Он зарычал, падая на матрац. Он был пойман в ловушку. Он мог это признать. Он не думал ни о чем, только о том, как достигнуть Масиафа. Теперь он был здесь, и у него не было ни плана, ни разумной цели.
Он был в плену, лишенный своей магии, отрезанный от своих мамлюков, даже без меча, полностью во власти ассасина. Он не был даже уверен, что сможет играть до тех пор, пока не вернется его сила. А если и сможет, то что тогда? Остается Синан, и демон Синана, и их долг смерти.
Быть может, он сможет убить обоих, и позволить событиям развиваться дальше. Убить было просто; это был финал. Он положит конец всем колебаниям.
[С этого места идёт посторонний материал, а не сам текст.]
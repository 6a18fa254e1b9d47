/** What is being typed, kept on this machine: it survives a reload and a dead network, and goes once it was sent. */
import { useCallback, useEffect, useState } from 'react';

const keyOf = (key: string) => `strainwright.draft.${key}`;

export function readDraft(key: string): unknown {
  const text = localStorage.getItem(keyOf(key));
  if (text === null) return null;
  try {
    return JSON.parse(text);
  } catch {
    return null;
  }
}

export function clearDraft(key: string): void {
  localStorage.removeItem(keyOf(key));
}

/** State that starts from its draft, if one that `accept` recognises is there. */
export function useDraft<T>(key: string, empty: T, accept: (value: unknown) => T | null): { value: T; setValue: (value: T) => void; clear: () => void; restored: boolean } {
  const [restored] = useState(() => accept(readDraft(key)) !== null);
  const [value, setValue] = useState<T>(() => accept(readDraft(key)) ?? empty);
  useEffect(() => {
    if (JSON.stringify(value) === JSON.stringify(empty)) clearDraft(key);
    else localStorage.setItem(keyOf(key), JSON.stringify(value));
  }, [key, value, empty]);
  const clear = useCallback(() => {
    clearDraft(key);
    setValue(empty);
  }, [key, empty]);
  return { value, setValue, clear, restored };
}
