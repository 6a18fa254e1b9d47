/** Headings as test frames write them: the unit in brackets, behind a slash, or in a row of its own. */
import { unit } from '../quantities/units';

export interface Heading {
  readonly name: string;
  readonly unitText: string;
}

const BRACKETED = /^(.*?)\s*[[({]\s*([^\])}]+?)\s*[\])}]\s*$/;
const BEHIND = /^(.*?)(?:\s*[/,]\s*|[_ ]+(?:in )?)([^\s/,_]+)$/;

export function splitHeading(text: string): Heading {
  const heading = text.trim().replace(/^\ufeff/, '');
  const bracketed = BRACKETED.exec(heading);
  if (bracketed !== null) return { name: (bracketed[1] ?? '').trim(), unitText: (bracketed[2] ?? '').trim() };
  const behind = BEHIND.exec(heading);
  const symbol = behind?.[2] ?? '';
  if (behind !== null && symbol.length > 1 && unit(symbol) !== undefined && (behind[1] ?? '') !== '') return { name: (behind[1] ?? '').trim(), unitText: symbol };
  if (behind !== null && ['N', 's', 'm', '%', 'V'].includes(symbol)) return { name: (behind[1] ?? '').trim(), unitText: symbol };
  return { name: heading, unitText: '' };
}

/** A cell of a units row: a unit, in brackets or not, or a dash for none. */
export function unitCell(text: string): string | null {
  const bare = text.trim().replace(/^[[({]\s*|\s*[\])}]$/g, '').trim();
  if (bare === '' || bare === '-' || bare === '–' || bare === '--' || bare === '1') return '';
  return unit(bare) === undefined ? null : bare;
}

/** What tells one layout of headings and units from another, so that a confirmed one is remembered for its instrument. */
export function layoutSignature(format: string, headings: readonly string[], units: readonly string[]): string {
  const plain = (cells: readonly string[]) => cells.map((c) => c.trim().toLowerCase().replace(/\s+/g, ' ')).join('|');
  return units.length === 0 ? `${format}|${plain(headings)}` : `${format}|${plain(headings)}|${plain(units)}`;
}
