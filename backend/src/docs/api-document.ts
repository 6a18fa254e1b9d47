import { Injectable, type INestApplication } from '@nestjs/common';
import type { OpenAPIObject } from '@nestjs/swagger';

/** Holds the API document: made when it is first asked for, from the application it belongs to. */
@Injectable()
export class ApiDocument {
  private app: INestApplication | undefined;
  private made: Promise<OpenAPIObject> | undefined;

  describe(app: INestApplication): void {
    this.app = app;
  }

  get(): Promise<OpenAPIObject> {
    this.made ??= this.make();
    return this.made;
  }

  private async make(): Promise<OpenAPIObject> {
    if (this.app === undefined) throw new Error('There is no application to describe');
    const { apiDocument } = await import('./document');
    return apiDocument(this.app);
  }
}
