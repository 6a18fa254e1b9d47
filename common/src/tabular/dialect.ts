/** How a text file is written: which sign parts its cells and which its decimals. */
import { cellValue, type DecimalSign } from './numbers';
import { splitHeadingLine, splitLine, type Delimiter } from './split-line';

const DELIMITERS: readonly Delimiter[] = ['\t', ';', ',', '|', ' '];
const DECIMALS: readonly DecimalSign[] = ['.', ','];

export type Row = readonly string[];

export interface Dialect {
  readonly delimiter: Delimiter;
  readonly decimal: DecimalSign;
}

const isFilled = (cell: string) => cell.trim() !== '';
export const filledCells = (row: Row | undefined): string[] => (row ?? []).filter(isFilled);

/** Cells that hold a number or a time stamp. */
const numbersIn = (row: Row, decimal: DecimalSign) => row.reduce((n, cell) => (isFilled(cell) && !Number.isNaN(cellValue(cell, decimal)) ? n + 1 : n), 0);

/** Numbers among the filled cells of a row, 0 to 1; 0 for a row with fewer than two. */
function numericShare(row: Row, decimal: DecimalSign): number {
  const numbers = numbersIn(row, decimal);
  return numbers < 2 ? 0 : numbers / filledCells(row).length;
}

/** A row of data: at least two numbers, and numbers in at least half of its cells (dates and states stand beside them). */
export function isDataRow(row: Row, decimal: DecimalSign): boolean {
  return numericShare(row, decimal) >= 0.5;
}

function mostFrequent(values: readonly number[]): number {
  const counts = new Map<number, number>();
  for (const value of values) counts.set(value, (counts.get(value) ?? 0) + 1);
  return [...counts.entries()].sort((a, b) => b[1] - a[1])[0]?.[0] ?? 0;
}

/** The width that most rows have. */
export const usualWidth = (rows: readonly Row[]): number => mostFrequent(rows.map((row) => row.length));

/** How many cells of the rows of usual width are numbers, counted in rows. A wrong dialect splits numbers or leaves cells that are none. */
function score(rows: readonly Row[], decimal: DecimalSign): number {
  const data = rows.filter((row) => isDataRow(row, decimal));
  const width = usualWidth(data);
  return data.filter((row) => row.length === width).reduce((sum, row) => sum + numericShare(row, decimal), 0);
}

/** The delimiter and decimal sign by which the lines hold most rows of one width made of numbers; null when no pair yields a row of data. */
export function dialectOf(lines: readonly string[]): Dialect | null {
  let best: Dialect | null = null;
  let bestScore = 0;
  for (const delimiter of DELIMITERS) {
    const rows = lines.map((line) => splitLine(line, delimiter));
    for (const decimal of DECIMALS) {
      const found = score(rows, decimal);
      if (found <= bestScore) continue;
      best = { delimiter, decimal };
      bestScore = found;
    }
  }
  return best;
}

/** The decimal sign of cells that are parted already; a point unless a comma reads more of them. */
export function decimalOf(rows: readonly Row[]): DecimalSign {
  return score(rows, ',') > score(rows, '.') ? ',' : '.';
}

/** Lines to rows. Where blanks part the cells, lines above the data are taken apart as headings, whose words hold blanks themselves. */
export function rowsOf(lines: readonly string[], { delimiter, decimal }: Dialect): Row[] {
  const rows = lines.map((line) => splitLine(line, delimiter));
  if (delimiter !== ' ') return rows;
  const width = usualWidth(rows.filter((row) => isDataRow(row, decimal)));
  const first = firstDataRow(rows, decimal, width);
  return rows.map((row, i) => (i < first ? splitHeadingLine(lines[i] ?? '', width) : row));
}

/** First of two data rows in a row, of the usual width and with about the usual count of numbers; −1 when there is none. */
export function firstDataRow(rows: readonly Row[], decimal: DecimalSign, width: number): number {
  const usual = mostFrequent(rows.filter((row) => row.length === width && isDataRow(row, decimal)).map((row) => numbersIn(row, decimal)));
  const fits = (i: number) => {
    const row = rows[i];
    return row !== undefined && row.length >= width - 1 && isDataRow(row, decimal) && numbersIn(row, decimal) >= usual - 1;
  };
  for (let i = 0; i < rows.length; i += 1) if (fits(i) && (fits(i + 1) || i + 1 >= rows.length)) return i;
  return -1;
}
Айдан сбросил одежды, смердевшие ассасинами, и лег обнаженный в холоде, который не мог затронуть его так, как смертного человека. Он вздрогнул только однажды, припомнив об отцовской крови в его жилах. Но огонь в нем горел жарко. Неожиданно ему захотелось оказаться рядом с Джоанной. Это была не похоть, нет, он просто хотел обнять ее, чтобы она была с ним: теплая, любящая, женщина, принадлежащая ему, мужчине. Он оставил ее в скорбном безумии, покинув ее наедине с ее болью. Что она должна думать о нем сейчас?